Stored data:
####
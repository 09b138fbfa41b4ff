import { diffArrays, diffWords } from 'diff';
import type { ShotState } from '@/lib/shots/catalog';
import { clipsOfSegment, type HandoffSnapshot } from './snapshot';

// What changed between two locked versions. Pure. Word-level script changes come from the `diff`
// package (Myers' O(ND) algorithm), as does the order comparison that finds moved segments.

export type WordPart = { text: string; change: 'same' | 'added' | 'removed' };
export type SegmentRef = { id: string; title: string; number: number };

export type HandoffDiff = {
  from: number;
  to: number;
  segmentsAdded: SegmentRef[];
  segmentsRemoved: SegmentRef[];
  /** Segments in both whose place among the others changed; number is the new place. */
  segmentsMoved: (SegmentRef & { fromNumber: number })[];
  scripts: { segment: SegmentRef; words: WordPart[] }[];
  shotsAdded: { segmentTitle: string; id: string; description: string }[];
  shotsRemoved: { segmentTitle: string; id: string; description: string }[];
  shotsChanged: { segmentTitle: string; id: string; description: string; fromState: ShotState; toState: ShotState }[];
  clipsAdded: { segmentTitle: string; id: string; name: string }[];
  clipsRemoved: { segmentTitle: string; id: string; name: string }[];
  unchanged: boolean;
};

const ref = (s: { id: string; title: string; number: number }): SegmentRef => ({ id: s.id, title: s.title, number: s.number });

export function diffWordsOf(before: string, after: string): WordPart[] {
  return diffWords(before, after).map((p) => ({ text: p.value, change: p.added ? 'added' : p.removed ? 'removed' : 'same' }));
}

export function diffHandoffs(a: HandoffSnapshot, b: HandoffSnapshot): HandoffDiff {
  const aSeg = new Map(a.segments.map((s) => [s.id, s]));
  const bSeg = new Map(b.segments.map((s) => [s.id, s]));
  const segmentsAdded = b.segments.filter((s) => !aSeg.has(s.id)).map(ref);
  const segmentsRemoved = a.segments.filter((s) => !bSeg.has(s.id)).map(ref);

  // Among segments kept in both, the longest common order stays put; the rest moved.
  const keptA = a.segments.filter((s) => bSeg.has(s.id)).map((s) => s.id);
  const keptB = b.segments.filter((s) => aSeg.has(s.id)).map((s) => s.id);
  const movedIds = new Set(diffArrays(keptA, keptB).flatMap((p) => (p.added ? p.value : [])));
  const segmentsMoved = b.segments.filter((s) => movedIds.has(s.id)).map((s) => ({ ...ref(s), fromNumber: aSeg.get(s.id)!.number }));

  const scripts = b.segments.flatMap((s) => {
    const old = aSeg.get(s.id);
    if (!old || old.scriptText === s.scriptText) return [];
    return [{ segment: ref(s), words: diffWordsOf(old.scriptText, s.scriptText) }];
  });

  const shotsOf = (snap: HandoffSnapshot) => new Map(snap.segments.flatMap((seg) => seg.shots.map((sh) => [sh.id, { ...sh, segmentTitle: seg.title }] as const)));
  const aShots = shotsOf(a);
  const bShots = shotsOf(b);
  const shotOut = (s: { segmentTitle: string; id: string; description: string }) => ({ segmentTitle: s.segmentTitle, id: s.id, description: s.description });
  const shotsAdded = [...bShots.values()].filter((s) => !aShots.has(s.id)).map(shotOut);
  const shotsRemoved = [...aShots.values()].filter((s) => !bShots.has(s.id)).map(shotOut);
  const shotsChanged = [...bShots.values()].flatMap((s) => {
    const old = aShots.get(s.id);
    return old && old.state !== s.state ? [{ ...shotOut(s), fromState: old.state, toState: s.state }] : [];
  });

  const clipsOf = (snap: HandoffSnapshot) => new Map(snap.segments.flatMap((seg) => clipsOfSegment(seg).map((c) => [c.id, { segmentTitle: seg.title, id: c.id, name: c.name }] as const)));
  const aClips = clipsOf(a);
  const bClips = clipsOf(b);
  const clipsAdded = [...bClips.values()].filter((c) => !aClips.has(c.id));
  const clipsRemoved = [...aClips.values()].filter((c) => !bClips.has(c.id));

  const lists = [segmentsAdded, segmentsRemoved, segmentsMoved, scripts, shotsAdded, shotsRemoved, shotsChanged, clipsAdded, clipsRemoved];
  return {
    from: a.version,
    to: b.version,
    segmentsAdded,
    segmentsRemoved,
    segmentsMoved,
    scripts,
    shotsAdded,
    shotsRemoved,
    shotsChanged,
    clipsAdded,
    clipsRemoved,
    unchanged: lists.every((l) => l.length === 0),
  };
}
####
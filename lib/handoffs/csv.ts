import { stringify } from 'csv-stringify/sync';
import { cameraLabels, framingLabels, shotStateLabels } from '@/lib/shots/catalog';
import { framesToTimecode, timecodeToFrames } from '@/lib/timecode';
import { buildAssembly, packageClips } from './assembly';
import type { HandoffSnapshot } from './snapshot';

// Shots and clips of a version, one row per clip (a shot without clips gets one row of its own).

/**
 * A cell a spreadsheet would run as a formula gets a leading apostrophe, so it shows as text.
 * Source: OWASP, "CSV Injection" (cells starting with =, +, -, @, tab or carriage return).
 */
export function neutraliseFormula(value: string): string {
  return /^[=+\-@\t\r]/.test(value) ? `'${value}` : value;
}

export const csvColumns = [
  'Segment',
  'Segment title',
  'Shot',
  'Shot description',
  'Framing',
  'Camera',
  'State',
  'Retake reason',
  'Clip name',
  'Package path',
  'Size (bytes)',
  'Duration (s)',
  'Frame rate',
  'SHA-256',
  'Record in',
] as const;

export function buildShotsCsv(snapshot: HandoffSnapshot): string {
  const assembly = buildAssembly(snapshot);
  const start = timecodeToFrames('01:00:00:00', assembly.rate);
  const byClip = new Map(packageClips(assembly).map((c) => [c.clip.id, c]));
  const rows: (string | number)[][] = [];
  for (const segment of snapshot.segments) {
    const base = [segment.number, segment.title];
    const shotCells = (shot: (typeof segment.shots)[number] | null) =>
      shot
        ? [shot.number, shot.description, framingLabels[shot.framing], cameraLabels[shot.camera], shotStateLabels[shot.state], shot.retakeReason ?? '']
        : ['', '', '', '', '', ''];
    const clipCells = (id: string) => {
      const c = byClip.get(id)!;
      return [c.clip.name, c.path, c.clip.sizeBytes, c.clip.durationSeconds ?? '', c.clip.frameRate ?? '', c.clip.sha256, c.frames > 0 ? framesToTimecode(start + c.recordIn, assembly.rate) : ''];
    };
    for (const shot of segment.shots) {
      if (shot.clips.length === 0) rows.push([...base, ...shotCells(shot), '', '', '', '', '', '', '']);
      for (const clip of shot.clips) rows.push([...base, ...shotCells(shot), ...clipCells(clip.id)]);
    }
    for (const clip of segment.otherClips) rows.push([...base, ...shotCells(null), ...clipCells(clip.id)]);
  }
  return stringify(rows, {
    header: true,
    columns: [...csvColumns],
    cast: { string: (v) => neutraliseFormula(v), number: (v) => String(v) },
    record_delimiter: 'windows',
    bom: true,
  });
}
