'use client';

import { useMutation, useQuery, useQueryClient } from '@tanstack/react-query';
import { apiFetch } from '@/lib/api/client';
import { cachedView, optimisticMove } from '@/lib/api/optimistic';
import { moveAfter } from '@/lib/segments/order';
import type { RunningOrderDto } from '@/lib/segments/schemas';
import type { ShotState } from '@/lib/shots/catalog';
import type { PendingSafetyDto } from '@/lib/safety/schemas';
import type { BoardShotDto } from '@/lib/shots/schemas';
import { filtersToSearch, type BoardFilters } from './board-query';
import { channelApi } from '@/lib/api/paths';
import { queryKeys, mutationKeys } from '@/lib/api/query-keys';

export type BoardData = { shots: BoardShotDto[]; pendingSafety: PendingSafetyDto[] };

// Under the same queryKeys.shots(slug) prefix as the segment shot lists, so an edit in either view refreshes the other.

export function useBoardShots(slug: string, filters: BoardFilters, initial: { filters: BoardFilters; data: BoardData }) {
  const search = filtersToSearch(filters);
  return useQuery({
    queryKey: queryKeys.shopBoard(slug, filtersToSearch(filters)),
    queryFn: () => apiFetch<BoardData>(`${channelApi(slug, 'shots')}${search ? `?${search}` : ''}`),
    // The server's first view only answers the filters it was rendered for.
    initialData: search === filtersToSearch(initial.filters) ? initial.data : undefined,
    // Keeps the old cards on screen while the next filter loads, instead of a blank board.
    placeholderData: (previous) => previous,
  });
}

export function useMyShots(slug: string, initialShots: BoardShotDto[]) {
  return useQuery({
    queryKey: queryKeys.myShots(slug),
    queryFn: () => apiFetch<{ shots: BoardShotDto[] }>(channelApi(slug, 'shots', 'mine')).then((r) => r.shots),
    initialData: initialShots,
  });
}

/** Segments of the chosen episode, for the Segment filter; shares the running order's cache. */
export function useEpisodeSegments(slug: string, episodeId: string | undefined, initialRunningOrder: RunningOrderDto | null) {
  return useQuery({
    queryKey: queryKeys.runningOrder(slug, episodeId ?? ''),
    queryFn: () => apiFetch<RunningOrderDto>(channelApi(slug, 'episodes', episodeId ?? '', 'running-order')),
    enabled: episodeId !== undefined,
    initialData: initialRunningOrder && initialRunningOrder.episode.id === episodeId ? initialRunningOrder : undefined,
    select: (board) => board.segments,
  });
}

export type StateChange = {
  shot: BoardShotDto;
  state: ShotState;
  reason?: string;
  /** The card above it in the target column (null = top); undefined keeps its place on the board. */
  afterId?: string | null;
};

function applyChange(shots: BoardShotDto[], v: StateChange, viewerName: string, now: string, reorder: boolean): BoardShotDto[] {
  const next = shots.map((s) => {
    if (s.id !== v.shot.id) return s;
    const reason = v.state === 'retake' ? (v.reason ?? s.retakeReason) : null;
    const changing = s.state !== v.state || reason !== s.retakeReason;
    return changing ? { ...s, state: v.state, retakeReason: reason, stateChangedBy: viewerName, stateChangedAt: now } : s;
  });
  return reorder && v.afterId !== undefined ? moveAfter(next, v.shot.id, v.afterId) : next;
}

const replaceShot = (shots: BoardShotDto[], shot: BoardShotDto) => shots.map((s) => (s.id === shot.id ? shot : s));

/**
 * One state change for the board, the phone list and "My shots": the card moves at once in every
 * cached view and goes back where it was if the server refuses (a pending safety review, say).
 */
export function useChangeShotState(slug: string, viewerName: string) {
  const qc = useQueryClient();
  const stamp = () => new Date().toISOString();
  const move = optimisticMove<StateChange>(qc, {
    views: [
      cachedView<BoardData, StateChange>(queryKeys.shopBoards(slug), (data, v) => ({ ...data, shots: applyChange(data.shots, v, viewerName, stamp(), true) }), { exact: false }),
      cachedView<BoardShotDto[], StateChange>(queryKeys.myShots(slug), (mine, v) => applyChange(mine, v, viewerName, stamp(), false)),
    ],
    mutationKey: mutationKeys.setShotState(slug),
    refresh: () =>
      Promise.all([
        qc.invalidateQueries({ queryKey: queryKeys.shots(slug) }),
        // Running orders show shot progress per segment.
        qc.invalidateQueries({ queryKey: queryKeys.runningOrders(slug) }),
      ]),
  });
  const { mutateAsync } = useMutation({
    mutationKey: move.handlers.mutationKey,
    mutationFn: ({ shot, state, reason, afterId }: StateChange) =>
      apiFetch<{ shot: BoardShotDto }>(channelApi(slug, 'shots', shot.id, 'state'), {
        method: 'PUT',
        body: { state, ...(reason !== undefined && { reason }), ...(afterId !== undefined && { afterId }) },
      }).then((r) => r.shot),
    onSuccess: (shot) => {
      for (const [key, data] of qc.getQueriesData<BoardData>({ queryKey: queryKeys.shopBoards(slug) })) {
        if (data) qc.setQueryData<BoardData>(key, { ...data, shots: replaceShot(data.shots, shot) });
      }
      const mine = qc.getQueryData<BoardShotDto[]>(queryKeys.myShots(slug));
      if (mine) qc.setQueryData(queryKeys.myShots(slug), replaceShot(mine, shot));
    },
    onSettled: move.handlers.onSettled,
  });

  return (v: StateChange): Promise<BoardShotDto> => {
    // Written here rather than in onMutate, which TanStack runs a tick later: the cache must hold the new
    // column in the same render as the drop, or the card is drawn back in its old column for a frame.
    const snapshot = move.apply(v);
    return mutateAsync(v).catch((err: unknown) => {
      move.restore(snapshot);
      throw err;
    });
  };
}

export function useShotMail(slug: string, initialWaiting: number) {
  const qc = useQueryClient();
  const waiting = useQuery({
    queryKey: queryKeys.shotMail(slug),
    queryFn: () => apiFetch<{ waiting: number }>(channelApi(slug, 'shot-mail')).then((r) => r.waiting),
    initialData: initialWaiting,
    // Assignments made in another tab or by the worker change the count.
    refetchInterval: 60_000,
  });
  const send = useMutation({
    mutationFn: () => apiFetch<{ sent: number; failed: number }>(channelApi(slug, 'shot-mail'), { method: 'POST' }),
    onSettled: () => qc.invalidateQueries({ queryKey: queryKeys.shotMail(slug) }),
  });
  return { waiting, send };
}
####
• **What is being asked**
Report every line in the data above in which the word "csvColumns" appears.

• **Completed task**
export const csvColumns = [
    columns: [...csvColumns],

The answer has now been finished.